Tax revenue takes a hit
While warming is likely to drive up federal expenditures, it’s expected to have the opposite effect on federal revenues.
“Climate change poses ‘systemic risks’ to the economy; shocks that cascade economy-wide,” Whitehouse said. He indicated that warming could trigger recessions on the scale of the 2008 financial crisis, which reduced U.S. tax receipts by $5 trillion.
A global group of central bank leaders called the Network for Greening the Financial System has estimated that warming could reduce U.S. gross domestic product by as much as 4.5 percent by 2047 and as much as 10 percent by 2100.
Those economic impacts would likely not be felt equally.

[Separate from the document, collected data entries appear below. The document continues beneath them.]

/// How decimals are written in the numeric cells.
#[derive(Clone, Copy, Debug, PartialEq, Eq, Serialize)]
#[serde(rename_all = "snake_case")]
pub enum DecimalMark {
    /// `1.5`
    Point,
    /// `1,5`
    Comma,
}

/// A problem with one place in the input: which line (1-based, as a text
/// editor counts), which column (1-based, or `None` for the whole line) and
/// what was expected.
#[derive(Clone, Debug, PartialEq, Serialize)]
pub struct InputProblem {
    /// Line number in the pasted text, counting from 1.
    pub line: usize,
    /// Column number counting from 1, when the problem is in one cell.
    pub column: Option<usize>,
    /// A sentence saying what was found and what was expected.
    pub message: String,
}

impl std::fmt::Display for InputProblem {
    fn fmt(&self, f: &mut std::fmt::Formatter<'_>) -> std::fmt::Result {
        match self.column {
            Some(column) => write!(f, "line {}, column {}: {}", self.line, column, self.message),
            None => write!(f, "line {}: {}", self.line, self.message),
        }
    }
}

/// One header cell: the quantity's name and, when given, its unit.
#[derive(Clone, Debug, PartialEq, Serialize)]
pub struct ColumnHeading {
    /// The name as written, trimmed, without the unit (for example `[S]`).
    pub name: String,
    /// The unit written after the name in parentheses or brackets, or after
    /// ` / ` (for example `mM`).
    pub unit: Option<String>,
}

/// One data line of the table.
#[derive(Clone, Debug, PartialEq, Serialize)]
pub struct TableRow {
    /// Line number in the input, counting from 1.
    pub line: usize,
    /// The cells as numbers; a cell that could not be read is `None` and has
    /// a matching entry in [`Table::problems`].
    pub cells: Vec<Option<f64>>,
}

impl TableRow {
    /// The row's numbers when every one of the first `width` cells was read.
    pub fn complete(&self, width: usize) -> Option<Vec<f64>> {
        if self.cells.len() < width {
            return None;
        }
        self.cells[..width].iter().copied().collect()
    }
}

/// A parsed table: optional headings, the data rows and every problem found.
#[derive(Clone, Debug, PartialEq, Serialize)]
pub struct Table {
    /// The header row, when the first non-comment line was not numeric.
    pub headings: Option<Vec<ColumnHeading>>,
    /// Number of columns (from the header, or the most common row width).
    pub width: usize,
    /// Data rows in input order, including rows with problems.
    pub rows: Vec<TableRow>,
    /// Problems found, in input order.
    pub problems: Vec<InputProblem>,
    /// The separator that was detected.
    pub separator: Separator,
    /// The decimal mark that was detected.
    pub decimal_mark: DecimalMark,
}

/// Reads a table of numbers from text.
///
/// Lines that are blank or start with `#` are skipped. The separator is the
/// first of tab, semicolon, comma found in the lines, else whitespace. With a
/// tab, semicolon or whitespace separator, a comma inside a number is a
/// decimal comma. The first remaining line is a header when any of its cells
/// is not a number.
///
/// An input with no lines of data at all is still a `Table` (with no rows);
/// the caller decides whether that is an error.
pub fn parse_table(text: &str) -> Table {
    let text = text.strip_prefix('\u{feff}').unwrap_or(text);
    let lines: Vec<(usize, &str)> = text
        .split('\n')
        .enumerate()
        .map(|(index, line)| (index + 1, line.strip_suffix('\r').unwrap_or(line)))
        .filter(|(_, line)| {
            let trimmed = line.trim();
            !trimmed.is_empty() && !trimmed.starts_with('#')
        })
        .collect();

    let separator = detect_separator(lines.iter().map(|(_, line)| *line));
    let split: Vec<(usize, Vec<&str>)> =
        lines.iter().map(|(number, line)| (*number, split_line(line, separator))).collect();
    let decimal_mark = detect_decimal_mark(separator, split.iter().flat_map(|(_, cells)| cells.iter().copied()));

    let mut problems = Vec::new();
    let mut headings = None;
    let mut data_start = 0;
    if let Some((_, first)) = split.first() {
        if first.iter().any(|cell| parse_number(cell, decimal_mark).is_err()) {
            headings = Some(first.iter().map(|cell| parse_heading(cell)).collect::<Vec<_>>());
            data_start = 1;
        }
    }

    let width = match &headings {
        Some(h) => h.len(),
        None => most_common_width(split.iter().map(|(_, cells)| cells.len())),
    };

    let mut rows = Vec::with_capacity(split.len().saturating_sub(data_start));
    for (line, cells) in &split[data_start..] {
        if cells.len() != width {
            problems.push(InputProblem {
                line: *line,
                column: None,
                message: format!(
                    "expected {} {}, found {}",
                    width,
                    if width == 1 { "column" } else { "columns" },
                    cells.len()
                ),
            });
        }
        let mut parsed = Vec::with_capacity(cells.len());
        for (index, cell) in cells.iter().enumerate() {
            match parse_number(cell, decimal_mark) {
                Ok(value) => parsed.push(Some(value)),
                Err(message) => {
                    problems.push(InputProblem { line: *line, column: Some(index + 1), message });
                    parsed.push(None);
                }
            }
        }
        rows.push(TableRow { line: *line, cells: parsed });
    }

    Table { headings, width, rows, problems, separator, decimal_mark }
}

fn detect_separator<'a>(lines: impl Iterator<Item = &'a str> + Clone) -> Separator {
    if lines.clone().any(|line| line.contains('\t')) {
        Separator::Tab
    } else if lines.clone().any(|line| line.contains(';')) {
        Separator::Semicolon
    } else if lines.clone().any(|line| line.contains(',')) {
        // A comma is either the separator or a decimal comma in a table
        // aligned with spaces. Whitespace wins only when it reads a strictly
        // larger share of the cells as numbers.
        let share = |separator: Separator, mark: DecimalMark| {
            let (mut numeric, mut total) = (0usize, 0usize);
            for line in lines.clone() {
                for cell in split_line(line, separator) {
                    total += 1;
                    numeric += usize::from(parse_number(cell, mark).is_ok());
                }
            }
            numeric as f64 / total.max(1) as f64
        };
        if share(Separator::Whitespace, DecimalMark::Comma) > share(Separator::Comma, DecimalMark::Point) {
            Separator::Whitespace
        } else {
            Separator::Comma
        }
    } else {
        Separator::Whitespace
    }
}

fn split_line(line: &str, separator: Separator) -> Vec<&str> {
    match separator {
        Separator::Tab => trim_trailing_empty(line.split('\t').map(str::trim).collect()),
        Separator::Comma => trim_trailing_empty(line.split(',').map(str::trim).collect()),
        Separator::Semicolon => trim_trailing_empty(line.split(';').map(str::trim).collect()),
        Separator::Whitespace => line.split_whitespace().collect(),
    }
}

/// Spreadsheets often leave empty cells at the end of a row (a trailing
/// separator). Those are not data, so they are removed; empty cells in the
/// middle of a row stay and are reported.
fn trim_trailing_empty(mut cells: Vec<&str>) -> Vec<&str> {
    while cells.len() > 1 && cells.last().is_some_and(|cell| cell.is_empty()) {
        cells.pop();
    }
    cells
}

fn detect_decimal_mark<'a>(separator: Separator, cells: impl Iterator<Item = &'a str>) -> DecimalMark {
    if separator == Separator::Comma {
        return DecimalMark::Point;
    }
    let mut comma = false;
    for cell in cells {
        if cell.contains(',') && parse_number(cell, DecimalMark::Comma).is_ok() {
            comma = true;
        }
    }
    if comma {
        DecimalMark::Comma
    } else {
        DecimalMark::Point
    }
}

fn most_common_width(widths: impl Iterator<Item = usize>) -> usize {
    let mut counts: Vec<(usize, usize)> = Vec::new();
    for width in widths {
        match counts.iter_mut().find(|(w, _)| *w == width) {
            Some(entry) => entry.1 += 1,
            None => counts.push((width, 1)),
        }
    }
    // Ties go to the wider table, so a short stray line does not decide.
    counts.into_iter().max_by_key(|&(width, count)| (count, width)).map_or(0, |(width, _)| width)
}

/// Reads one numeric cell. Accepts an optional sign (including the Unicode
/// minus sign), digits with the given decimal mark, and an exponent.
/// Infinite and not-a-number spellings are refused: they are never data.
pub fn parse_number(cell: &str, decimal_mark: DecimalMark) -> Result<f64, String> {
    let trimmed = cell.trim();
    if trimmed.is_empty() {
        return Err("the cell is empty; expected a number".to_string());
    }
    let mut normalised = trimmed.replace('\u{2212}', "-");
    if normalised.contains('.') && normalised.contains(',') {
        return Err(format!("cannot read '{trimmed}': it has both a decimal point and a comma"));
    }
    if decimal_mark == DecimalMark::Comma {
        normalised = normalised.replace(',', ".");
    }
    let looks_numeric = normalised
        .chars()
        .all(|c| c.is_ascii_digit() || matches!(c, '.' | '-' | '+' | 'e' | 'E'))
        && normalised.chars().any(|c| c.is_ascii_digit());
    if !looks_numeric {
        return Err(format!("expected a number, found '{trimmed}'"));
    }
    match normalised.parse::<f64>() {
        Ok(value) if value.is_finite() => Ok(value),
        Ok(_) => Err(format!("'{trimmed}' is too large to be a measurement")),
        Err(_) => Err(format!("expected a number, found '{trimmed}'")),
    }
}
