#[cfg(test)]
mod tests {
    use super::*;

    #[test]
    fn the_triangle_keeps_the_normal_equations() {
        // [J | r] for four observations: RᵀR must equal JᵀJ, Rᵀq = Jᵀr and
        // ‖q‖ = ‖r‖ (orthogonal invariance; checked by direct sums).
        let rows = [[1.0, 2.0, 0.5], [3.0, -1.0, 2.0], [0.0, 4.0, -1.0], [2.5, 0.5, 0.25]];
        let mut t = SMatrix::<f64, 3, 3>::zeros();
        for row in rows {
            let mut copy = row;
            rotate_in(&mut t, &mut copy);
        }
        for a in 0..3 {
            for b in 0..3 {
                let direct: f64 = rows.iter().map(|r| r[a] * r[b]).sum();
                let from_triangle: f64 = (0..3).map(|k| t[(k, a)] * t[(k, b)]).sum();
                assert!((direct - from_triangle).abs() < 1e-12 * direct.abs().max(1.0), "{a},{b}: {direct} vs {from_triangle}");
            }
        }
        for k in 1..3 {
            for j in 0..k {
                assert_eq!(t[(k, j)], 0.0);
            }
        }
    }

    #[test]
    fn square_root_free_rotations_keep_the_weighted_normal_equations() {
        // The same with weights, a zero entry and a row that fills an empty
        // column late: TᵀT must equal Σ w·rowᵀrow.
        let rows = [[0.0, 2.0, 0.5], [3.0, -1.0, 2.0], [0.0, 4.0, -1.0], [2.5, 0.0, 0.25], [1e-3, 7.0, 3.0]];
        let weights = [1.0, 0.25, 4.0, 1e-4, 30.0];
        let mut scales = [0.0; 3];
        let mut unit = SMatrix::<f64, 3, 3>::zeros();
        for (row, w) in rows.iter().zip(weights) {
            let mut copy = *row;
            include_row(&mut scales, &mut unit, &mut copy, w);
        }
        let t = |j: usize, k: usize| match j.cmp(&k) {
            std::cmp::Ordering::Equal => scales[j].sqrt(),
            std::cmp::Ordering::Less => scales[j].sqrt() * unit[(j, k)],
            std::cmp::Ordering::Greater => 0.0,
        };
        for a in 0..3 {
            for b in 0..3 {
                let direct: f64 = rows.iter().zip(weights).map(|(r, w)| w * r[a] * r[b]).sum();
                let from_triangle: f64 = (0..3).map(|k| t(k, a) * t(k, b)).sum();
                assert!((direct - from_triangle).abs() < 1e-12 * direct.abs().max(1.0), "{a},{b}: {direct} vs {from_triangle}");
            }
        }
    }
}
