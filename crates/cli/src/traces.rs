//! The `rates` and `fit-progress` commands: time courses in, initial rates
//! or an integrated Michaelis-Menten fit out. Glue only: every number comes
//! from `turnover_core::traces::analyse_traces` and
//! `turnover_core::progress::fit_progress`, as in the page.

use crate::output::{fixed, significant, warn, Output};
use crate::{option_number, read_input, usage, Failure};
use clap::Args;
use serde::Serialize;
use std::process::ExitCode;
use turnover_core::progress::fit_progress;
use turnover_core::traces::{
    analyse_traces, path_from_well, unmatched_overrides, Direction, Role, TraceAnalysis, TraceRequest, WindowOverride, PRESETS,
};

/// The options of `rates` and `fit-progress`.
#[derive(Args)]
pub struct TraceOptions {
    /// The time-course table: time, then one column per trace ('-' reads
    /// standard input)
    #[arg(value_name = "TRACES")]
    file: String,
    /// A table saying what each trace is (trace, S, I, E, role, blank), or a
    /// plate map: one grid per property (a title such as S (µM), a row of
    /// column numbers 1, 2, ..., rows lettered A, B, ...)
    #[arg(long, value_name = "FILE")]
    layout: String,
    /// Print one JSON object
    #[arg(long)]
    json: bool,
    /// The sheet of TRACES to read when it is a workbook (.xlsx, .ods)
    /// with several
    #[arg(long, value_name = "NAME")]
    sheet: Option<String>,
    /// Which kinetic table of the file to read, counting from 1, when it
    /// holds several (two wavelengths, two reads) [default: the first]
    #[arg(long, value_name = "N")]
    block: Option<usize>,
    /// Molar absorption coefficient ε, M⁻¹ cm⁻¹
    #[arg(long, value_name = "E", value_parser = option_number)]
    epsilon: Option<f64>,
    /// ε from a preset: nadh, nadph (6220 at 340 nm), pnp (~18000 at 405 nm)
    #[arg(long, value_name = "NAME", ignore_case = true, value_parser = preset_names())]
    preset: Option<String>,
    /// Optical path length in cm
    #[arg(long, value_name = "CM", value_parser = option_number)]
    path: Option<f64>,
    /// Path from well volume (µL) and diameter (mm), meniscus ignored, such as 200,6.4
    #[arg(long, value_name = "UL,MM")]
    well: Option<String>,
    /// A linear standard curve: concentration (with unit) and signal
    #[arg(long, value_name = "FILE")]
    standard: Option<String>,
    /// The signal falls as product forms (NADH consumed)
    #[arg(long)]
    falls: bool,
    /// Top of the detector's linear range, in signal units
    #[arg(long, value_name = "A", value_parser = option_number)]
    linear_limit: Option<f64>,
    /// Largest fraction of [S]0 used in a window
    #[arg(long, value_name = "F", value_parser = option_number, default_value = "0.1")]
    max_conversion: f64,
    /// Set the window of trace NAME (or * for all) to times A..B (repeatable)
    #[arg(long, value_name = "NAME=A:B", allow_hyphen_values = true)]
    window: Vec<String>,
    /// Leave a trace out (repeatable)
    #[arg(long, value_name = "NAME")]
    exclude: Vec<String>,
    /// Also fit each trace's curvature-aware initial rate (v0, its SE and 95% profile interval)
    #[arg(long)]
    v0: bool,
    /// Work in this time unit: times converted from the table's, windows
    /// (--window too) in it, rates per it
    #[arg(long, value_name = "TIME", value_parser = ["s", "min", "h"])]
    rates_per: Option<String>,
}
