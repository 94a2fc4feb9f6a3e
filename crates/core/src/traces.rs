//! From raw time courses to initial rates.
//!
//! A plate reader (or a cuvette photometer) writes a signal against time,
//! one column per well. [`analyse_traces`] reads such a table and a layout
//! table that says what each trace is, subtracts blanks, turns signal into
//! concentration (Beer-Lambert or a standard curve), chooses an initial
//! window for every trace, fits a straight line there and flags what a
//! scientist should look at. It also writes the rates as a rate table that
//! [`crate::rates::analyse_rates`] reads, keeping the link from each row
//! back to its trace and window.
//!
//! ## The automatic window
//!
//! The window always starts at the first usable point and grows one point
//! at a time (at least [`MIN_WINDOW_POINTS`]). A window of k points is
//! accepted when all of these hold:
//!
//! 1. **No detectable curvature:** the F test for adding a quadratic term
//!    to the straight line is not significant at 5 %, F = ΔRSS/(RSS₂/(k−3))
//!    against F(1, k−3) (computed as t² with k − 3 degrees of freedom).
//! 2. **Curvature too small to bias the slope:** an F test cannot see
//!    curvature that still biases a straight-line slope by several of its
//!    standard errors (for evenly spaced points, a quadratic term at the
//!    edge of significance biases the slope by about 3.9·√F standard
//!    errors). So the curvature is also estimated once, by a quadratic over
//!    a longer reference span (up to three times the conversion limit), and
//!    the bias it implies for the line over the window, `c₂·Σ(t−t̄)t²/Σ(t−t̄)²`,
//!    must stay below half the line's standard error (or below 0.01 % of
//!    the slope, negligible whatever the noise).
//! 3. **Initial-rate conditions:** the product formed by the end of the
//!    window is at most [`TraceRequest::max_conversion`] of [S]0 (10 % by
//!    default: common practice for initial-rate conditions, no source).
//!
//! The longest accepted window is used. Overflow markers and values above
//! the detector's stated linear limit end the usable part of a trace.

use crate::error::Error;
use crate::fit::student_t_quantile;
use crate::table::{
    is_comment_line, looks_like_number, outside_quotes, parse_heading, read_number, split_line, ColumnHeading, InputProblem,
    NumberStyle, Separator, StyleVotes,
};
use crate::read::blocks::{describe, find_blocks, transposed, CellKinds, KineticBlock, Transposed};
use std::borrow::Cow;
use crate::units::{ConcentrationUnit, TimeUnit};
use serde::{Deserialize, Serialize};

Climate-driven losses to the agriculture and construction sectors would disproportionately hit people of color and those with less money who live in rural areas, according to a 2021 EPA report.
Experts say U.S. policymakers and the private sector don’t appear to be planning for what sometimes seems like obvious effects of rising temperatures.
“For instance, I always find it very fascinating when you look at some of the recent investments in Arizona for chips manufacturing and semiconductors,” said Sanjay Patnaik, the director of the Center on Regulation and Markets at the Brookings Institution. “And these plants require huge amounts of water.”
The Grand Canyon State has built several new chip-making plants and factories since 2020, and is looking to capitalize on billions in federal funding for the technology under last year’s CHIPS Act.
“If I ran a company, I would not place it there, because it is already very dry, and it’s just going to get much worse,” said Patnaik.
Stranded assets and lost productivity would mean less revenue for states and the federal treasury.
Gernot Wagner, a climate economist at Columbia Business School, said the growing costs of climate change increasingly justify the expense of reducing its effects through adaptation and decarbonization.
“The more of an emergency that climate change turns into, the more it is basically jumping from emergency situation to emergency situation, the more that local, state and federal government is picking up the tab,” said Wagner.
“Frankly, unmitigated climate change is a fiscal policy disaster,” he added.